— WORK TO COMPLETE —
Filter the material below down to the lines with the word "signs" and give those lines.

— DATA IN THIS EXERCISE —
"""Records of an intake for the tests of the data report and of `make check`."""

from __future__ import annotations

from copy import deepcopy
from functools import cache
from typing import Any

import numpy as np
from tests.unit.chunk_examples import MONTHS, chunk_of, cut, draw_panel, trading_days

from lineproof.intake.faults import FAULTS, label_of
from lineproof.intake.observers import evidence, start_observers
from lineproof.periods import Periods

HOSTILE = "<script>alert(1)</script> & 'x' \"y\" {{ 7*7 }} %_$ =cmd()"


def fault(number: int, n: int, examples: list[str], kinds: dict[str, int] | None = None) -> Any:
    """A fault as the tally reports it."""
    said = FAULTS[number]
    about = {"number": number, "label": label_of(number), "answer": said.answer, "note": said.note}
    return {**about, "n": n, "kinds": kinds or {}, "examples": examples}


def observed(seed: int, periods: Periods, n_securities: int = 60) -> dict[str, Any]:
    """Evidence of a random panel."""
    observers = start_observers(periods)
    for chunk in cut(draw_panel(seed, n_securities, periods), {20, 40}):
        for observer in observers.values():
            observer.see(chunk)
    return evidence(observers)


@cache
def _usual() -> dict[str, Any]:
    found = observed(4, MONTHS)
    panel = chunk_of(draw_panel(4, 60))
    kept = len(panel)
    missing = int(np.isnan(panel.values["total_return"]).sum())
    medians = [[f"{year}-01", 0.04 if year != 1967 else 4.1] for year in range(1957, 1983)]
    return {
        "file": "raw/returns.csv",
        "first": MONTHS.name(int(panel.period.min())),
        "last": MONTHS.name(int(panel.period.max())),
        "rows_read": kept + 1_284 + 97,
        "rows_kept": kept,
        "rows_set_aside": 1_284,
        "exact_duplicates": 97,
        "rows_screened": 1_420,
        "n_securities": 60,
        "n_missing_returns": missing,
        "faults": [
            fault(8, 51, ["line 7", "line 19", "line 23"]),
            fault(12, missing, ["S001 in 1960-02", "S001 in 1961-03", "S002 in 1959-12"],
                  {"empty": missing - 37, "-99": 37}),
            fault(15, 1_200, ["line 101", "line 102", "line 103"]),
            fault(16, 2, ["S003 in 1971-05", "S017 in 1974-06"]),
            fault(28, 33, ["line 11", "line 12", "line 13"]),
        ],
        "screens": [
            {"label": "price at least 1", "n_rows": 1_333, "n_securities": 31},
            {"label": "sector not mines", "n_rows": 87, "n_securities": 9},
        ],
        "span": ["33 rows of returns dated after 1982-12, where raw/market.csv ends: the study ends there"],
        "period": "month",
        "files": [
            {"place": "data.returns", "label": "raw/returns.csv", "rows_read": kept + 1_381, "rows_kept": kept,
             "rows_set_aside": 1_284, "exact_duplicates": 97},
            {"place": "data.market", "label": "raw/market.csv", "rows_read": 320, "rows_kept": 312,
             "rows_set_aside": 0, "exact_duplicates": 0, "rows_unused": 8},
            {"place": "data.riskless", "label": "raw/riskless.csv", "rows_read": 312, "rows_kept": 312,
             "rows_set_aside": 0, "exact_duplicates": 0},
        ],
        "series": [
            {"place": "data.market", "source": "raw/market.csv: total returns", "period": "month",
             "first": "1957-01-31", "last": "1982-12-31", "n_periods": 312,
             "mean": 0.00512, "sd": 0.0431, "min": -0.1912, "max": 0.1624},
            {"place": "data.riskless", "source": "raw/riskless.csv: a compound yield a year", "period": "month",
             "first": "1957-01-31", "last": "1982-12-31", "n_periods": 312,
             "mean": 0.0037, "sd": None, "min": 0.0009, "max": 0.0101},
        ],
        "set_aside": [
            aside(8, 51, [(7, "'31/31/1960'", "S001,31/31/1960,0.02,1.5")]),
            aside(15, 1_200, [(101, "-1.5", "S004,1960-01-31,-1.5,1.5"), (102, "-99.9", "S004,1960-02-29,-99.9,")]),
            aside(28, 33, []),
        ],
        "delisting": {
            "n_with": 22,
            "n_without": 31,
            "by_reason": {
                "": {"n": 3, "n_with": 0, "n_without": 3, "stand_in": None},
                "merged": {"n": 30, "n_with": 20, "n_without": 10, "stand_in": 0.0},
                "failed": {"n": 20, "n_with": 2, "n_without": 18, "stand_in": -0.3},
            },
            "mean_with": 0.0081234,
            "mean_without": 0.0088765,
        },
        "evidence": {
            **found,
            "scale": [
                {"what": "Unit of the returns", "found": "half of all returns lie between −3.2 % and 4.1 %",
                 "verdict": "decimal, as declared"},
                {"what": "Unit by month", "found": "in 1 month the median size is 102 times its neighbours’",
                 "verdict": "kept, flagged", "series": {"label": "Median size of a return", "points": medians}},
            ],
        },
    }  # fmt: skip


def aside(number: int, n: int, rows: list[tuple[int, str, str]]) -> dict[str, Any]:
    """Rows set aside for one fault; of each row its line, what was found and its text."""
    label = label_of(number)
    examples = [
        {"file": "raw/returns.csv", "line": line, "reason": f"{label}: {said}", "raw": raw}
        for line, said, raw in rows
    ]
    return {"number": number, "label": label, "n": n, "examples": examples}


def usual() -> dict[str, Any]:
    """A monthly study with something of everything."""
    return deepcopy(_usual())


def daily() -> dict[str, Any]:
    """A daily study of survivors."""
    intake = usual()
    days = trading_days("1999-11-15", "2000-02-10")
    intake |= {"period": "day", "first": "1999-11-15", "last": "2000-02-10", "span": []}
    intake["faults"].append(fault(26, 1, []))
    intake["evidence"] |= observed(4, days)
    del intake["delisting"]
    return intake


def raw_files() -> dict[str, Any]:
    """Sizes and sums of the files of `usual`, whose last was made by a rule."""
    signs = [
        {"n_bytes": 12_345_678, "sha256": "ab" * 32},
        {"n_bytes": 4_321, "sha256": "cd" * 32},
        {"n_bytes": 99},
    ]
    return {"made_with": "ef" * 32, "files": signs}


def earlier() -> dict[str, Any]:
    """A record of the version before files, rows set aside and evidence were told."""
    intake = usual()
    for key in ("files", "series", "set_aside", "delisting", "evidence", "period"):
        del intake[key]
    return intake


def clean() -> dict[str, Any]:
    """A file without a fault, of which nothing is set aside or screened, and nothing observed."""
    intake = earlier()
    intake |= {"rows_set_aside": 0, "exact_duplicates": 0, "rows_read": intake["rows_kept"]}
    intake |= {"faults": [], "screens": [], "span": [], "n_missing_returns": 0, "rows_screened": 0}
    return intake | {"set_aside": [], "evidence": observed(1, MONTHS, 1)}


def hostile() -> dict[str, Any]:
    """Names and texts from the data that are meant to break the page, wherever the record holds text."""
    return poisoned(usual())


_OURS = {"first", "last", "period", "place", "answer", "date", "periods", "sha256"}


def poisoned(thing: Any) -> Any:
    """Every text from the data with something hostile behind it."""
    if isinstance(thing, str):
        return f"{thing} {HOSTILE}"
    if isinstance(thing, list):
        return [poisoned(each) for each in thing]
    if isinstance(thing, dict):
        return {
            (f"{key} {HOSTILE}" if key in {"merged", "empty", "sector"} else key): (
                each if key in _OURS else poisoned(each)
            )
            for key, each in thing.items()
        }
    return thing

— WRITTEN REPLY —
    signs = [
    return {"made_with": "ef" * 32, "files": signs}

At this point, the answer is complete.